“I short stocks. I make money shorting stocks. Some of my best friends are the stocks that became worthless over the years and I never had to cover. I short stocks because I’m a firm believer that in a universe of more than 10k public companies, not all of them are well operated. I also believe that since short selling is rarely if ever offered as an option by traditional brokers to their customers, there is always going to be a bias towards demand trying to push the price of a stock up. That in turn creates an opportunity for short sellers who get to take advantage of that upside bias. Of course there are risks to short selling. If you don’t fully understand what you are doing, you can lose more on the short side since a stock can only fall to zero, but it can go up to any price. To me, that just gives me reason to do more homework, not to shy away.” — Mark Cuban
Read Mark Cuban’s Blog on Short Selling.
Yes, it sounds like Cuban has a fundamental view to some extent, but his words about shorting in general are strong.
What Cuban Gets Right About Shorting
Cuban’s observation about structural upside bias is the most important point in the passage. Traditional brokers rarely offer short selling to retail customers. The industry’s business model is built around the long-only relationship: buy stocks for clients, collect commissions on those purchases, and benefit from the ongoing management fees on assets under management. Short selling disrupts this model because it involves selling positions rather than building them. The result is a systematic bias in retail demand toward the long side of equity markets. That structural imbalance creates an exploitable opportunity for participants who can and do go short.
The asymmetric risk observation about short selling being unlimited on the upside while a stock can only fall to zero is accurate and important. It is the reason position sizing in short positions requires more care than in long positions. A long position can lose at most 100% of its initial value. A short position faces theoretically unlimited losses because the stock can continue rising indefinitely. This is not a reason to avoid shorting, as Cuban says, but it is a reason to manage size carefully. A short position should be sized more conservatively than an equivalent long position, because the adverse move can be larger.
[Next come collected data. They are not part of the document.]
/// Builds the budget of one run. Components, in order: pitot coefficient, Δp accuracy, Δp
/// resolution, Δp zero, temperature, barometric, static, composition, dimensions (diameter, or
/// width and height), spatial integration, wall factor, positioning, then `extra`.
pub fn build_run_budget(inputs: &RunUncertaintyInputs) -> Result<RunBudget, UncertaintyError> {
    let inf = f64::INFINITY;
    let b = EvaluationKind::TypeB;
    let mut parts = Vec::with_capacity(13 + inputs.extra.len());

    parts.push(Component::new(
        names::PITOT_COEFFICIENT,
        inputs.pitot_coefficient_u_rel,
        FlowInput::PitotCoefficient.relative_sensitivity(),
        inputs.pitot_coefficient_dof,
        b,
        inputs.pitot_coefficient_basis.clone(),
    )?);

    let dp_c = FlowInput::DifferentialPressure.relative_sensitivity();
    parts.push(Component::type_b_rectangular(
        names::DP_ACCURACY,
        inputs.dp_accuracy_fraction_of_reading,
        dp_c,
        inf,
        format!(
            "±{:.2} % of reading, rectangular, same at every point",
            inputs.dp_accuracy_fraction_of_reading * 100.0
        ),
    )?);
    let sums = DpSums::of(&inputs.point_dp_pa)?;
    let resolution_pa = non_negative("dp resolution [Pa]", inputs.dp_resolution_pa)?;
    parts.push(Component::new(
        names::DP_RESOLUTION,
        sums.independent_rel(rectangular_standard_uncertainty(resolution_pa / 2.0)),
        dp_c,
        inf,
        b,
        format!(
            "{resolution_pa} Pa step, rectangular ±half a step per reading, independent over {} points",
            sums.count
        ),
    )?);
    let zero_pa = non_negative("dp zero bound [Pa]", inputs.dp_zero_bound_pa)?;
    parts.push(Component::new(
        names::DP_ZERO,
        sums.correlated_rel(rectangular_standard_uncertainty(zero_pa)),
        dp_c,
        inf,
        b,
        format!("±{zero_pa} Pa, rectangular, same offset at every point"),
    )?);

    let temperature_k = positive("mean gas temperature [K]", inputs.temperature_k)?;
    let temperature_u_k = non_negative("gas temperature uncertainty [K]", inputs.temperature_u_k)?;
    parts.push(Component::new(
        names::TEMPERATURE,
        temperature_u_k / temperature_k,
        FlowInput::Temperature.relative_sensitivity(),
        inf,
        b,
        format!("u = {temperature_u_k} K at {temperature_k:.2} K"),
    )?);

    let p_pa = positive("absolute duct pressure [Pa]", inputs.absolute_pressure_pa)?;
    let p_c = FlowInput::AbsolutePressure.relative_sensitivity();
    let bar_u = non_negative(
        "barometric pressure uncertainty [Pa]",
        inputs.barometric_u_pa,
    )?;
    parts.push(Component::new(
        names::BAROMETRIC,
        bar_u / p_pa,
        p_c,
        inf,
        b,
        format!("u = {bar_u} Pa at p = {p_pa:.0} Pa"),
    )?);
    let static_u = non_negative("static pressure uncertainty [Pa]", inputs.static_u_pa)?;
    parts.push(Component::new(
        names::STATIC,
        static_u / p_pa,
        p_c,
        inf,
        b,
        format!("u = {static_u} Pa at p = {p_pa:.0} Pa"),
    )?);

    parts.push(Component::new(
        names::COMPOSITION,
        inputs.composition_u_rel,
        FlowInput::MolarMass.relative_sensitivity(),
        inf,
        b,
        "relative u of the wet molar mass",
    )?);

    let dim_u = non_negative("dimension uncertainty [m]", inputs.dimension_u_m)?;
    match inputs.duct {
        DuctDimensions::Round { diameter_m } => {
            let d = positive("duct diameter [m]", diameter_m)?;
            parts.push(Component::new(
                names::DIAMETER,
                dim_u / d,
                FlowInput::RoundDiameter.relative_sensitivity(),
                inf,
                b,
                format!("u = {dim_u} m on D = {d} m; A = πD²/4"),
            )?);
        }
        DuctDimensions::Rectangular { width_m, height_m } => {
            let w = positive("duct width [m]", width_m)?;
            let h = positive("duct height [m]", height_m)?;
            let c = FlowInput::RectangularSide.relative_sensitivity();
            parts.push(Component::new(
                names::WIDTH,
                dim_u / w,
                c,
                inf,
                b,
                format!("u = {dim_u} m on W = {w} m; A = W·H"),
            )?);
            parts.push(Component::new(
                names::HEIGHT,
                dim_u / h,
                c,
                inf,
                b,
                format!("u = {dim_u} m on H = {h} m; A = W·H"),
            )?);
        }
    }

    parts.push(spatial_component(inputs)?);

    parts.push(Component::new(
        names::WALL_FACTOR,
        inputs.wall_factor_u_rel,
        FlowInput::Factor.relative_sensitivity(),
        inf,
        b,
        "relative u of the wall-effects factor",
    )?);
    parts.push(Component::new(
        names::POSITIONING,
        inputs.positioning_u_rel,
        FlowInput::MeanVelocity.relative_sensitivity(),
        inf,
        b,
        "relative u of the mean velocity from probe positioning",
    )?);

    parts.extend(inputs.extra.iter().cloned());
    Ok(RunBudget {
        budget: Budget::new(parts)?,
        spatial_method: inputs.spatial_method,
    })
}
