/* "abc", "ac", "b": a phase mask; 0 after an error. */
int kl_ld_phases(kl_loader *L, int node, const char *key)
{
    const char *t;
    int mask = 0, bit;
    if (expect_scalar(L, node, key) < 0)
        return 0;
    t = kl_ynode_text(L->r, node);
    for (; *t; t++) {
        char c = *t >= 'A' && *t <= 'C' ? (char)(*t - 'A' + 'a') : *t;
        if (c < 'a' || c > 'c') {
            kl_ld_error(L, node, "'%s' expects phase letters a, b, c (like 'abc' or 'ac'), got '%s'",
                        key, kl_ynode_text(L->r, node));
            return 0;
        }
        bit = 1 << (c - 'a');
        if (mask & bit) {
            kl_ld_error(L, node, "'%s': phase %c written twice in '%s'", key, c, kl_ynode_text(L->r, node));
            return 0;
        }
        mask |= bit;
    }
    if (!mask)
        kl_ld_error(L, node, "'%s' is empty: give phase letters like 'abc'", key);
    return mask;
}

/* Looks name up now; when it is not (yet) known, remembers it for the end of
 * the file, since elements may refer to others written further down. */
void kl_ld_ref(kl_loader *L, int what, int elem, const char *name, int node, int *target,
               const kl_names *table)
{
    int i = kl_names_find(table, name, strlen(name));
    kl_pending_ref *p;
    const kl_ynode *n = kl_ynode_at(L->r, node);
    *target = i;
    if (i >= 0)
        return;
    if (kl_ld_grow(L, (void **)&L->pending, &L->cap_pending, L->npending, sizeof *L->pending) < 0)
        return;
    p = &L->pending[L->npending];
    p->name = kl_ld_strdup(L, name);
    if (!p->name)
        return;
    p->what = what;
    p->elem = elem;
    p->loc.line = n->line;
    p->loc.col = n->col;
    L->npending++;
}
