/* `, connected_kva: {PHASE: N kVA, ...}` from the rows r .. e-1 of a load
 * that give one (allocation's basis, docs/allocate.md); nothing when none does. */
static int connected_kva(text *t, const table *tb, int r, int e, kl_errors *err)
{
    int bad = 0, any = 0;
    for (int i = r; i < e; i++) {
        const kl_csv_field *ph = cell(tb, i, LD_PHASE, err), *k = cell(tb, i, LD_KVA, err);
        if (!k || !ph)
            continue;
        bad |= !number_ok(tb, k, "connected_kva", err);
        put(t, any++ ? ", " : ", connected_kva: {");
        put_scalar(t, ph->text);
        put(t, ": ");
        mark(t, tb->table, k);
        putf(t, "%s kVA", k->text);
    }
    if (any)
        put(t, "}");
    return bad ? -1 : 0;
}

static int import_loads(text *t, table *tb, kl_errors *err)
{
    if (read_header(tb, load_cols, err) < 0)
        return -1;
    put(t, "loads:\n");
    int bad = 0;
    for (int r = 0; r < tb->csv->nrows;) {
        int e = group_end(tb, r, err);
        row_open(t, tb, r);
        const kl_csv_field *name = cell(tb, r, LD_NAME, err);
        put(t, "name: ");
        if (name)
            mark(t, tb->table, name);
        put_scalar(t, name ? name->text : "");
        key_cell(t, tb, r, LD_BUS, "bus", err);
        key_cell(t, tb, r, LD_SECTION, "section", err);
        key_cell(t, tb, r, LD_CONN, "connection", err);
        key_cell(t, tb, r, LD_MODEL, "model", err);
        bad |= phase_map(t, tb, r, e, LD_PHASE, LD_KW, LD_KVAR, "power", err) < 0;
        const kl_csv_field *z[3] = { cell(tb, r, LD_ZI, err), cell(tb, r, LD_ZC, err), cell(tb, r, LD_ZP, err) };
        if (z[0] || z[1] || z[2]) {
            static const char *const zk[3] = { "impedance", "current", "power" };
            put(t, ", zip: {");
            for (int k = 0; k < 3; k++) {
                putf(t, "%s%s: ", k ? ", " : "", zk[k]);
                if (z[k]) {
                    bad |= !number_ok(tb, z[k], load_cols[LD_ZI + k].name, err);
                    mark(t, tb->table, z[k]);
                }
                putf(t, "%s %%", z[k] ? z[k]->text : "0");
            }
            put(t, "}");
        }
        key_cell(t, tb, r, LD_MOTOR, "motor", err);
        const kl_csv_field *h3 = cell(tb, r, LD_H3, err);
        if (h3) {
            bad |= !number_ok(tb, h3, "third_harmonic_pct", err);
            put(t, ", third_harmonic: ");
            mark(t, tb->table, h3);
            putf(t, "%s %%", h3->text);
        }
        key_cell(t, tb, r, LD_PINNED, "pinned", err);
        key_cell(t, tb, r, LD_FORBID, "forbidden_phases", err);
        key_cell(t, tb, r, LD_COST, "move_cost", err);
        key_cell(t, tb, r, LD_DESC, "description", err);
        bad |= connected_kva(t, tb, r, e, err) < 0;
        key_cell(t, tb, r, LD_FIXED, "fixed_power", err);
        put(t, "}\n");
        r = e;
    }
    return bad ? -1 : 0;
}

static int import_capacitors(text *t, table *tb, kl_errors *err)
{
    if (read_header(tb, cap_cols, err) < 0)
        return -1;
    put(t, "capacitors:\n");
    int bad = 0;
    for (int r = 0; r < tb->csv->nrows;) {
        int e = group_end(tb, r, err);
        row_open(t, tb, r);
        const kl_csv_field *name = cell(tb, r, CP_NAME, err);
        put(t, "name: ");
        if (name)
            mark(t, tb->table, name);
        put_scalar(t, name ? name->text : "");
        key_cell(t, tb, r, CP_BUS, "bus", err);
        key_cell(t, tb, r, CP_CONN, "connection", err);
        bad |= phase_map(t, tb, r, e, CP_PHASE, CP_KVAR, -1, "reactive_power", err) < 0;
        const kl_csv_field *kv = cell(tb, r, CP_RATED, err);
        if (kv) {
            bad |= !number_ok(tb, kv, "rated_voltage_kv", err);
            put(t, ", rated_voltage: ");
            mark(t, tb->table, kv);
            putf(t, "%s kV", kv->text);
        }
        put(t, "}\n");
        r = e;
    }
    return bad ? -1 : 0;
}
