static int flow_node(kl_yfast *s, cursor *c, int depth)
{
    char open = *c->p, close = open == '{' ? '}' : ']';
    if (depth > FAST_FLOW_DEPTH)
        return 0;
    if (!emit_at(s, open == '{' ? KL_YEV_MAP_START : KL_YEV_SEQ_START, c, c->p))
        return 0;
    c->p++;
    skip_spaces(c);
    if (c->p < c->e && *c->p == close) {
        if (!emit_at(s, open == '{' ? KL_YEV_MAP_END : KL_YEV_SEQ_END, c, c->p))
            return 0;
        c->p++;
        return 1;
    }
    return open == '{' ? flow_mapping(s, c, depth) : flow_sequence(s, c, depth);
}

/* ---- block scalars: '|' or '>' with '-' or no chomping indicator, every
 * content line at one indentation, no empty line between content lines. */

static int block_header(cursor *c, int *strip)
{
    c->p++;
    *strip = c->p < c->e && *c->p == '-';
    if (*strip)
        c->p++;
    if (c->p < c->e && *c->p != ' ')
        return 0;
    return line_end(c);
}

/* Appends one content line; lines are joined by a space (folded) or a line feed. */
static int block_append(kl_yfast *s, const char *v, size_t n, int first, char join)
{
    if (!reserve(s, n + 1))
        return 0;
    if (!first)
        s->txt[s->tlen++] = join;
    memcpy(s->txt + s->tlen, v, n);
    s->tlen += n;
    return 1;
}

static int block_scalar(kl_yfast *s, cursor *c, int parent)
{
    char join = *c->p == '>' ? ' ' : '\n';
    size_t line = c->line, col = (size_t)(c->p - c->b), t0, nlines = 0;
    int strip, indent = -1, blanks = 0, at_end = 0, last_lf = 0;
    fast_event *ev;
    if (!block_header(c, &strip) || !(ev = push(s, KL_YEV_SCALAR, line, col, 0)))
        return 0;
    t0 = ev->text;
    advance(s, c);
    for (;;) {
        cursor l;
        int k;
        if (!next_line(s, &l, &at_end)) {
            if (!at_end)
                return 0;
            break;
        }
        for (k = 0; l.b + k < l.e && l.b[k] == ' '; k++)
            ;
        if (l.b + k == l.e) {
            if (indent < 0 || k >= indent)
                return 0;
            blanks++;
        } else if (indent < 0) {
            if (k <= parent || k < 1)
                return 0;
            indent = k;
        } else if (k < indent) {
            break;
        } else if (k > indent || blanks) {
            return 0;
        }
        if (l.b + k < l.e) {
            if (!block_append(s, l.b + k, (size_t)(l.e - l.b - k), nlines == 0, join))
                return 0;
            nlines++;
            last_lf = l.e < s->data + s->wlen;
        }
        advance(s, &l);
    }
    if (nlines == 0)
        return 0;
    if (!strip && last_lf) {
        if (!reserve(s, 1))
            return 0;
        s->txt[s->tlen++] = '\n';
    }
    ev = &s->q[s->qn - 1];
    ev->len = s->tlen - t0;
    return 1;
}

/* ---- block structure */

static int push_block(kl_yfast *s, int kind, int indent, const cursor *c, const char *at)
{
    if (s->depth == FAST_DEPTH)
        return 0;
    s->bkind[s->depth] = (char)kind;
    s->bindent[s->depth++] = indent;
    return emit_at(s, kind == BLK_MAP ? KL_YEV_MAP_START : KL_YEV_SEQ_START, c, at);
}

/* What follows 'key:' on its line.  *advanced: a block scalar moved past the line. */
static int map_value(kl_yfast *s, cursor *c, int indent, int *advanced)
{
    scalar sc;
    skip_spaces(c);
    if (c->p == c->e || *c->p == '#') {
        s->open = 1;
        return 1;
    }
    if (*c->p == '{' || *c->p == '[')
        return flow_node(s, c, 0) && line_end(c);
    if (*c->p == '|' || *c->p == '>') {
        *advanced = 1;
        return block_scalar(s, c, indent);
    }
    if (is_quote(*c->p)) {
        if (!quoted(c, &sc))
            return 0;
    } else {
        if (!plain_start(c) || !plain_block(c, &sc) || (c->p < c->e && *c->p == ':'))
            return 0;
        s->plain_indent = indent;
    }
    return emit_scalar(s, c, sc.at, sc.v, sc.n, sc.squote) && line_end(c);
}

static int map_entry(kl_yfast *s, cursor *c, int indent, int *advanced)
{
    return key(s, c) && map_value(s, c, indent, advanced);
}

/* Whether the line at c->p starts a key ('...: ' on it). */
static int looks_like_key(const cursor *c)
{
    cursor t = *c;
    scalar sc;
    if (t.p >= t.e)
        return 0;
    if (is_quote(*t.p)) {
        if (!quoted(&t, &sc))
            return 0;
        skip_spaces(&t);
    } else if (!plain_start(&t) || !plain_block(&t, &sc)) {
        return 0;
    }
    return t.p < t.e && *t.p == ':';
}

static int dash(const cursor *c)
{
    return *c->p == '-' && (c->p + 1 == c->e || c->p[1] == ' ');
}

/* '- item' of a block sequence of indent `indent`. */
static int seq_entry(kl_yfast *s, cursor *c, int indent, int *advanced)
{
    scalar sc;
    if (c->p + 1 >= c->e)
        return 0;
    c->p += 2;
    skip_spaces(c);
    if (c->p == c->e || *c->p == '#' || dash(c))
        return 0;
    if (*c->p == '{' || *c->p == '[')
        return flow_node(s, c, 0) && line_end(c);
    if (looks_like_key(c)) {
        int col = (int)(c->p - c->b);
        return push_block(s, BLK_MAP, col, c, c->p) && map_entry(s, c, col, advanced);
    }
    if (is_quote(*c->p)) {
        if (!quoted(c, &sc))
            return 0;
    } else {
        if (!plain_start(c) || !plain_block(c, &sc) || (c->p < c->e && *c->p == ':'))
            return 0;
        s->plain_indent = indent;
    }
    return emit_scalar(s, c, sc.at, sc.v, sc.n, sc.squote) && line_end(c);
}

/* Closes the blocks indented deeper than `col`; the END events carry the
 * mark of the token that closes them.  0 only when out of memory. */
static int close_blocks(kl_yfast *s, const cursor *c, int col)
{
    while (s->depth > 0 && s->bindent[s->depth - 1] > col) {
        s->depth--;
        if (!emit_at(s, s->bkind[s->depth] == BLK_MAP ? KL_YEV_MAP_END : KL_YEV_SEQ_END, c, c->p))
            return 0;
    }
    return 1;
}

/* Closes the blocks a line at `col` ends; it must continue the one left. */
static int dedent(kl_yfast *s, const cursor *c, int col)
{
    return close_blocks(s, c, col) && s->depth > 0 && s->bindent[s->depth - 1] == col;
}

static int doc_marker(const cursor *c, char ch)
{
    return c->p == c->b && c->e - c->p >= 3 && c->p[0] == ch && c->p[1] == ch && c->p[2] == ch &&
           (c->e - c->p == 3 || c->p[3] == ' ');
}

/* Opens the collection the line begins (the document's root, or the value
 * of the 'key:' above it). */
static int open_block(kl_yfast *s, cursor *c, int col)
{
    if (dash(c))
        return push_block(s, BLK_SEQ, col, c, c->p);
    return looks_like_key(c) && push_block(s, BLK_MAP, col, c, c->p);
}

/* A line with content; 0 to decline. */
static int content_line(kl_yfast *s, cursor *c, int *advanced)
{
    int col = (int)(c->p - c->b);
    if (doc_marker(c, '.'))
        return 0;
    if (doc_marker(c, '-')) {
        if (s->started)
            return 0;
        s->started = s->open = 1;
        c->p += 3;
        return emit_at(s, KL_YEV_DOC_START, c, c->b) && line_end(c);
    }
    if (s->plain_indent > -2 && col > s->plain_indent)
        return 0; /* a plain scalar running on to this line */
    s->plain_indent = -2;
    if (!s->started) {
        s->started = 1;
        if (!emit_at(s, KL_YEV_DOC_START, c, c->p))
            return 0;
        s->open = 1;
    }
    if (s->open) {
        s->open = 0;
        if ((s->depth > 0 && col <= s->bindent[s->depth - 1]) || !open_block(s, c, col))
            return 0; /* an empty value, or a sequence at its key's indentation */
    } else if (!dedent(s, c, col)) {
        return 0;
    }
    if (s->bkind[s->depth - 1] == BLK_SEQ)
        return dash(c) && seq_entry(s, c, col, advanced);
    return map_entry(s, c, col, advanced);
}
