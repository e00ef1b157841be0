/* kilter: reading a CSV table (RFC 4180) with the position of every field, for
 * the feeder import (feeder_import.c): a header line of column names, then
 * records.  Fields may be quoted ("a, b", "say ""x"""); a quoted field may not
 * span lines here (a GIS export's attribute never needs to).  Blank lines and
 * lines starting with '#' are skipped.  Every field keeps its line and column
 * (1-based, the column of its first character, the quote for a quoted field). */
#include <stdio.h>
#include <string.h>
#include "kl_io.h"

void kl_csv_free(kl_csv *t)
{
    if (!t)
        return;
    kl_free(t->text);
    kl_free(t->field);
    kl_free(t->row_start);
    kl_free(t);
}

static int grow(kl_csv *t, int need)
{
    if (need <= t->cap)
        return 0;
    int cap = t->cap ? 2 * t->cap : 256;
    while (cap < need)
        cap *= 2;
    kl_csv_field *f = kl_realloc(t->field, (size_t)cap * sizeof *f);
    if (!f)
        return -1;
    t->field = f;
    t->cap = cap;
    return 0;
}

static int grow_rows(kl_csv *t, int need)
{
    if (need <= t->row_cap)
        return 0;
    int cap = t->row_cap ? 2 * t->row_cap : 64;
    while (cap < need)
        cap *= 2;
    int *r = kl_realloc(t->row_start, (size_t)(cap + 1) * sizeof *r);
    if (!r)
        return -1;
    t->row_start = r;
    t->row_cap = cap;
    return 0;
}

/* Splits one line (s[0 .. n), NUL-terminated in place at the end) into fields. */
static kl_status split_line(kl_csv *t, char *s, int line, kl_errors *err)
{
    /* a control character would become a line break or worse in the feeder
     * file written from the table (and move every later message's position) */
    for (char *c = s; *c; c++)
        if ((unsigned char)*c < 0x20 || *c == 0x7f)
            return kl_errors_add(err, t->path, line, (int)(c - s) + 1, NULL, "a control character "
                                 "(byte 0x%02x) in the table: a cell holds printable text only",
                                 (unsigned)(unsigned char)*c), KL_EINPUT;
    char *p = s;
    for (;;) {
        if (grow(t, t->nfield + 1) < 0)
            return KL_ENOMEM;
        kl_csv_field *f = &t->field[t->nfield];
        f->line = line;
        f->col = (int)(p - s) + 1;
        if (*p == '"') {
            char *w = ++p;
            f->text = w;
            for (;;) {
                if (!*p)
                    return kl_errors_add(err, t->path, line, f->col, NULL, "a quoted field is not "
                                         "closed on its line: end it with \" (a quote inside is "
                                         "written twice)"), KL_EINPUT;
                if (*p == '"' && p[1] == '"') {
                    *w++ = '"';
                    p += 2;
                } else if (*p == '"') {
                    p++;
                    break;
                } else {
                    *w++ = *p++;
                }
            }
            if (*p && *p != ',')
                return kl_errors_add(err, t->path, line, (int)(p - s) + 1, NULL, "text after a "
                                     "quoted field: expected a comma"), KL_EINPUT;
            *w = '\0';
        } else {
            f->text = p;
            while (*p && *p != ',')
                p++;
        }
        t->nfield++;
        if (!*p)
            return KL_OK;
        *p++ = '\0';
    }
}

/* The file's bytes, NUL-terminated; NULL with *st KL_EIO or KL_ENOMEM. */
static char *read_all(const char *path, size_t *len, kl_status *st, kl_errors *err)
{
    FILE *in = fopen(path, "rb");
    *st = KL_EIO;
    if (!in) {
        kl_errors_add(err, path, 0, 0, NULL, "cannot open the table: check the path");
        return NULL;
    }
    size_t cap = 1 << 16, n = 0;
    char *buf = kl_malloc(cap);
    size_t got;
    while (buf && (got = fread(buf + n, 1, cap - n - 1, in)) > 0) {
        n += got;
        if (cap - n - 1 == 0) {
            char *b = kl_realloc(buf, cap * 2);
            if (!b) {
                kl_free(buf);
                buf = NULL;
                break;
            }
            buf = b;
            cap *= 2;
        }
    }
    int bad = ferror(in);
    fclose(in);
    if (!buf) {
        kl_errors_add(err, path, 0, 0, NULL, "out of memory reading the table");
        *st = KL_ENOMEM;
    } else if (bad) {
        kl_errors_add(err, path, 0, 0, NULL, "cannot read the table");
        kl_free(buf);
        return NULL;
    }
    if (buf) {
        buf[n] = '\0';
        *st = KL_OK;
    }
    *len = n;
    return buf;
}

static kl_status parse(kl_csv *t, size_t len, kl_csv **out, kl_errors *err);

kl_status kl_csv_read(const char *path, kl_csv **out, kl_errors *err)
{
    *out = NULL;
    kl_csv *t = kl_calloc(1, sizeof *t);
    if (!t)
        return KL_ENOMEM;
    t->path = path;
    size_t len = 0;
    kl_status rs;
    t->text = read_all(path, &len, &rs, err);
    if (!t->text) {
        kl_csv_free(t);
        return rs;
    }
    return parse(t, len, out, err);
}

kl_status kl_csv_read_buffer(const char *text, size_t len, const char *name, kl_csv **out, kl_errors *err)
{
    *out = NULL;
    kl_csv *t = kl_calloc(1, sizeof *t);
    if (!t || !(t->text = kl_malloc(len + 1))) {
        kl_free(t);
        return KL_ENOMEM;
    }
    memcpy(t->text, text, len);
    t->text[len] = '\0';
    t->path = name;
    return parse(t, len, out, err);
}

/* Splits t->text (len bytes) into rows and fields. */
static kl_status parse(kl_csv *t, size_t len, kl_csv **out, kl_errors *err)
{
    const char *path = t->path;
    if (memchr(t->text, '\0', len)) {
        kl_errors_add(err, path, 0, 0, NULL, "the table holds a NUL byte: it is not a text CSV file");
        kl_csv_free(t);
        return KL_EINPUT;
    }
    kl_status st = KL_OK;
    char *p = t->text;
    if ((unsigned char)p[0] == 0xEF && (unsigned char)p[1] == 0xBB && (unsigned char)p[2] == 0xBF)
        p += 3; /* a UTF-8 byte-order mark, as spreadsheet programs write */
    int line = 0;
    t->nrows = -1; /* the header is row -1 */
    while (*p && !st) {
        char *end = strchr(p, '\n');
        char *next = end ? end + 1 : p + strlen(p);
        if (end)
            *end = '\0';
        if (end && end > p && end[-1] == '\r')
            end[-1] = '\0';
        line++;
        if (p[0] != '\0' && p[0] != '#') {
            if (grow_rows(t, t->nrows + 2) < 0)
                st = KL_ENOMEM;
            else {
                t->row_start[t->nrows + 1] = t->nfield;
                st = split_line(t, p, line, err);
                t->nrows++;
            }
        }
        p = next;
    }
    if (!st && t->nrows < 0) {
        kl_errors_add(err, path, 1, 1, NULL, "the table is empty: its first line names the columns");
        st = KL_EINPUT;
    }
    if (!st && grow_rows(t, t->nrows + 2) < 0)
        st = KL_ENOMEM;
    if (st == KL_ENOMEM)
        kl_errors_add(err, path, 0, 0, NULL, "out of memory reading the table");
    if (st) {
        kl_csv_free(t);
        return st;
    }
    t->row_start[t->nrows + 1] = t->nfield;
    *out = t;
    return KL_OK;
}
Where trend following differs from Cuban’s approach is the caveat the page acknowledges: Cuban has a fundamental view. He shorts stocks he believes are poorly operated. Systematic trend following does not require a fundamental thesis for either long or short positions. The system enters a short when price breaks below the defined lookback low, regardless of whether the company is well or poorly operated. The trend is the signal. The fundamentals may or may not confirm it. The entry does not require them to.
Both approaches end up in the same place: short positions on declining prices. Cuban gets there through fundamental analysis of management quality. Systematic trend following gets there through price signals alone. The zero-sum arithmetic is identical in both cases: the losses of long holders in declining stocks transfer to short sellers. Cuban’s “best friends” that became worthless represent exactly that transfer, whether the short was justified by fundamental analysis or by a price breakout below a 20-week low.
Why Trend Followers Must Be Willing to Short
A trend following system that only goes long captures the uptrend component of the approach but misses the most profitable periods that systematic trend following historically produces. The largest concentrated gains for trend following managers have often come during market crises: 2008, 2000-2002, 1987, the Asian financial crisis. These are periods when equity markets decline sharply and equity long holders suffer catastrophic losses. A trend following system that was short equities and long safe-haven assets during those periods captured returns that a long-only systematic approach would have missed entirely.
Cuban’s point about the upside bias in retail markets is also the explanation for why the short side often produces better entry opportunities than the long side for systematic trend followers. If retail demand is structurally biased long, then declining stocks are often held for too long by investors who do not use stop losses and who are reluctant to sell at a loss. That creates sustained, clean downtrends that a short position can ride for weeks or months without being stopped out by technical rallies driven by new buying pressure.
Frequently Asked Questions
Why does short selling offer opportunities that long-only investing misses?
Because the structural upside bias in retail markets, produced by the long-only orientation of traditional brokers and most retail investors, causes declining stocks to be held longer than rational analysis would justify. This creates clean, sustained downtrends that short sellers can exploit. The long-only investor who does not use stops holds through the entire decline. The short seller profits from it. As Cuban notes, the structural bias toward long demand creates a persistent opportunity on the short side.
What is the asymmetric risk of short selling and how should traders manage it?
A long position can lose at most 100% of its value if the stock falls to zero. A short position faces theoretically unlimited losses because the stock can rise to any price. This asymmetry requires more conservative position sizing on short positions than on long positions. In systematic trend following, this is handled by volatility-based position sizing, which reduces the number of contracts or shares when a market is more volatile, providing an automatic size reduction during the periods of violent upside moves that create the most risk for short sellers.
How does Cuban’s fundamental-based shorting differ from systematic trend following short signals?
Cuban shorts stocks he believes are poorly operated based on fundamental analysis. Systematic trend following enters short positions when price breaks below a defined lookback low, regardless of the company’s fundamental quality. Both approaches end up short on declining prices. The difference is the trigger: fundamental judgment versus price signal. Trend following does not require a view on management quality, earnings prospects, or competitive position. It requires only that price is moving in the defined direction.